* [SUPPLIED RECORDS]:
- - - - -

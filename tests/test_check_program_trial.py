"""What a first user's trial of ``relaybench check`` found, each pinned.

* an instruction that stalls until input is ready (``wait until``, or a
  ``goto`` back over steps that only idle) is a wait, not a timing
  dependence; a program that tests the port with ordinary instructions and
  branches still is one, and so is a loop that does work while it waits;
* a plain register as wide as an address that ends on a moved address is
  the same pointer, moved; a number that is data (loaded into a register
  that is no pointer, a string's terminator) is not named as the cause;
* clocks whose parts stop the ring are counted and named, not dropped;
* Ctrl-C takes the progress bar down before the message that says where
  the work stopped.

The trial's machines are tests/machines/brace8.toml and nib2.toml (our own
inventions; the engine's properties run on them too), their programs are in
tests/trial_programs/.
"""

from __future__ import annotations

import io
import json
import os
import sys
from pathlib import Path

import pytest

from emu import load_machine, machine_from_text
from emu.checks import check_program_timing, report_json, report_lines
from emu.errors import MachineError
from emu.timing import spread_source

from cli_support import REF8_PROGRAMS, ROOT, cli

TRIAL_MACHINES = ROOT / "tests" / "machines"
TRIAL_PROGRAMS = ROOT / "tests" / "trial_programs"
NIB2 = load_machine(TRIAL_MACHINES / "nib2.toml")
BRACE8 = load_machine(TRIAL_MACHINES / "brace8.toml")
SKEP = load_machine("skep")

NIB2_GET = 'steps = ["idle", "goto 3 if !in(2)[0]", "a <- in(1)", "idle"]'


def checked(tmp_path, text: str, machine, *, panel: str | None = None, **options):
    path = tmp_path / "prog.asm"
    path.write_text(text)
    if panel is not None:
        (tmp_path / "prog.panel.toml").write_text(panel)
    options.setdefault("examples", 2)
    options.setdefault("workers", 1)
    return check_program_timing(str(path), machine, **options)


def test_a_goto_loop_of_idle_steps_waiting_for_input_is_a_stall():
    """nib2's `get a` loops `goto 3 if !in(2)[0]` back over an idle step: the machine waits.
    The sum 3 + 4 = 7 its checks expect is plain arithmetic."""
    check = check_program_timing(str(TRIAL_PROGRAMS / "nib2_add.asm"), NIB2, examples=2, workers=1)
    assert [(r.place[1], r.statement, r.device, r.reads, r.stall_reads, r.depends_on_timing)
            for r in check.panel_reads] == [(4, "get a", "input_ready", 1, 1, False),
                                            (6, "get a", "input_ready", 1, 1, False)]
    assert check.timing_dependent == [] and check.passed
    assert report_lines(check)[1] == ("  timing            pass  the result does not depend on when the operator "
                                      "acts (get a waits for input: a stall, the same result at any pace)")


def test_a_wait_until_on_input_ready_is_a_stall(tmp_path):
    """skep's `get a` waits with `wait until in(2)[0]`."""
    check = checked(tmp_path, "        get a\n        out 1, a\n        stop\n", SKEP, panel='input = "7"\n')
    [read] = check.panel_reads
    assert (read.statement, read.reads, read.stall_reads, read.depends_on_timing) == ("get a", 1, 1, False)
    assert check.passed


def test_a_loop_that_works_while_it_waits_is_not_a_stall(tmp_path):
    """The same goto, but the step it repeats counts b: how many turns it made shows in b."""
    counting = (TRIAL_MACHINES / "nib2.toml").read_text().replace(NIB2_GET, NIB2_GET.replace('"idle", "goto', '"b <- inc(b)", "goto'))
    assert counting != (TRIAL_MACHINES / "nib2.toml").read_text()
    check = checked(tmp_path, "        get a\n        halt\n", machine_from_text(counting), panel='input = "5"\n')
    [read] = check.timing_dependent
    assert (read.statement, read.reads, read.stall_reads) == ("get a", 1, 0)


def test_a_program_testing_input_ready_with_a_branch_still_depends_on_timing():
    """tickets.asm asks `in r0, INPUT_READY` and branches to the end of its input on 0."""
    check = check_program_timing(str(REF8_PROGRAMS / "tickets.asm"), load_machine("ref8"),
                                 examples=1, sample=1, workers=1)
    assert [(r.place[1], r.statement, r.stall_reads) for r in check.timing_dependent] == [
        (133, "in r0, INPUT_READY", 0)]
    assert not check.passed


POINTER_WALK = """\
        ldi x, text
loop:   ld a, [x]
        or #0
        jz done
        out 0, a
        inx
        jmp loop
done:   stop
        .expect out == "hive"
text:   .byte "hive", 0
"""
"""x, a plain 10-bit register on skep (10-bit addresses), ends on the string's terminator."""


def test_a_plain_register_left_on_a_moved_string_is_the_same_pointer(tmp_path):
    check = checked(tmp_path, POINTER_WALK, SKEP)
    assert len(check.placements) == 8 and check.unsafe_placements == []
    assert check.passed


DATA_ZERO_THEN_NUMBERED_POINTER = """\
start:  ldi a, 0          ; a zero, not the address of start
        st [count], a
        ldi x, 11         ; the address of value, written as a number
        ld a, [x]
        st [count], a
        stop
count:  .byte 0
value:  .byte 5
"""
"""ldi and st [addr] take two words each, ld [x] and stop one: count is at 10, value at 11."""


def test_a_zero_loaded_into_a_register_that_is_no_pointer_is_not_the_cause(tmp_path):
    check = checked(tmp_path, DATA_ZERO_THEN_NUMBERED_POINTER, SKEP)
    first = check.unsafe_placements[0]
    assert first.line == 1
    assert first.cause.startswith(f"{tmp_path}/prog.asm:3: `ldi x, 11` holds the address of value as the "
                                  f"number 0xb, which moved to 0xc")


OWN_WORDS_WITH_TEXT = """\
start:  ldi x, start
        ld a, [x]
        st [copy], a
        stop
note:   .byte 2, "ok", 0   ; its length, then the text
copy:   .byte 0
"""


def test_a_number_in_a_string_is_not_a_table_of_addresses(tmp_path):
    """The length 2 before "ok" equals the address of `ld a, [x]`, which moved; the cause is
    the code reading itself."""
    check = checked(tmp_path, OWN_WORDS_WITH_TEXT, SKEP)
    first = check.unsafe_placements[0]
    assert first.line == 1
    assert first.cause.startswith(f"{tmp_path}/prog.asm:1: `ldi x, start` takes the address of code (start)")


def test_clocks_whose_parts_stop_the_ring_are_counted_and_named(tmp_path):
    """Clock n of seed 0 is built from seed n; the stopping ones are found here by building
    each clock directly."""
    stopping = 0
    for clock_seed in range(10):
        try:
            spread_source(BRACE8, clock_seed)
        except MachineError:
            stopping += 1
    assert stopping == 2
    check = check_program_timing(str(TRIAL_PROGRAMS / "brace8_sum.asm"), BRACE8, examples=10, sample=1, workers=1)
    assert (check.clock.drawn, check.clock.clocks, check.clock.stopped) == (10, 10 - stopping, stopping)
    assert check.passed
    lines = report_lines(check)
    assert lines[-2].strip() == ("warning: 10 clocks drawn: 8 ran, 2 stop — their parts cannot keep the ring "
                                 "going; see relaybench clock")
    assert lines[-3].startswith("  irregular clock   pass  8 clocks built from random parts: the same result")
    clock = report_json(check)["clock"]
    assert (clock["drawn"], clock["clocks"], clock["stopped"]) == (10, 8, 2)


def test_when_every_clock_drawn_stops_the_table_says_none_ran(capsys):
    """Seed 0 draws clock 0 first, one of brace8's stopping builds."""
    code, out, _err = cli(capsys, "check", TRIAL_PROGRAMS / "brace8_sum.asm", "--examples", "1", "--sample", "1")
    assert code == 0
    assert ("  irregular clock   pass  none of 1 clock drawn ran: their parts cannot keep the ring going; "
            "see relaybench clock") in out.splitlines()


def test_the_json_says_how_many_clocks_stopped(capsys):
    code, out, _err = cli(capsys, "check", TRIAL_PROGRAMS / "brace8_sum.asm", "--examples", "3", "--sample", "1", "--json")
    clock = json.loads(out)["clock"]
    assert code == 0 and (clock["drawn"], clock["clocks"], clock["stopped"]) == (3, 1, 2)


# ---- Ctrl-C at a terminal --------------------------------------------------------------------

pexpect = pytest.importorskip("pexpect")
pyte = pytest.importorskip("pyte")


def interrupted_screen(*argv: str, bar_text: str, message: str) -> list[str]:
    """Run ``relaybench ARGV`` in a pseudo-terminal, press Ctrl-C once ``bar_text`` is drawn,
    wait for ``message``, and return the screen's lines as a person sees them at the end
    (everything written, played through pyte's terminal emulator)."""
    env = {**os.environ, "PYTHONPATH": str(ROOT), "TERM": "xterm", "PROMPT_TOOLKIT_NO_CPR": "1"}
    written = io.StringIO()
    try:
        child = pexpect.spawn(sys.executable, ["-m", "emu.cli", *argv], cwd=str(ROOT), env=env,
                              encoding="utf-8", timeout=120, dimensions=(30, 150))
    except (OSError, pexpect.ExceptionPexpect) as exc:
        pytest.skip(f"no pseudo-terminal here: {exc}")
    child.logfile_read = written
    try:
        child.expect_exact(bar_text)
        child.sendintr()
        child.expect_exact(message)
        child.expect(pexpect.EOF)
    finally:
        child.close(force=True)
    assert child.exitstatus == 130
    screen = pyte.Screen(150, 30)
    pyte.Stream(screen).feed(written.getvalue())
    return [line.rstrip() for line in screen.display if line.strip()]


def test_ctrl_c_while_checking_a_machine_leaves_the_message_and_no_bar():
    seen = interrupted_screen("check", "--machine", str(TRIAL_MACHINES / "brace8.toml"), "--examples", "100000",
                              bar_text="P1 no clipped", message="interrupted after 0 of 8 properties")
    assert seen[-1] == "relaybench: interrupted after 0 of 8 properties"
    assert not any("P1" in line or "examples  [" in line for line in seen), seen


def test_ctrl_c_while_checking_a_program_says_where_it_stopped_and_leaves_no_bar():
    seen = interrupted_screen("check", str(REF8_PROGRAMS / "tickets.asm"), "--examples", "100000",
                              bar_text="operator scripts", message="; no report")
    assert seen[-1].startswith("relaybench: check interrupted during operator scripts (")
    assert seen[-1].endswith(" of 100,000 runs); no report")
    assert not any("/100,000" in line for line in seen), seen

- - - - -

* [TASK PROMPT]: The answer must be all the lines above that hold the word "counting".

* [TASK ANSWER]:
    counting = (TRIAL_MACHINES / "nib2.toml").read_text().replace(NIB2_GET, NIB2_GET.replace('"idle", "goto', '"b <- inc(b)", "goto'))
    assert counting != (TRIAL_MACHINES / "nib2.toml").read_text()
    check = checked(tmp_path, "        get a\n        halt\n", machine_from_text(counting), panel='input = "5"\n')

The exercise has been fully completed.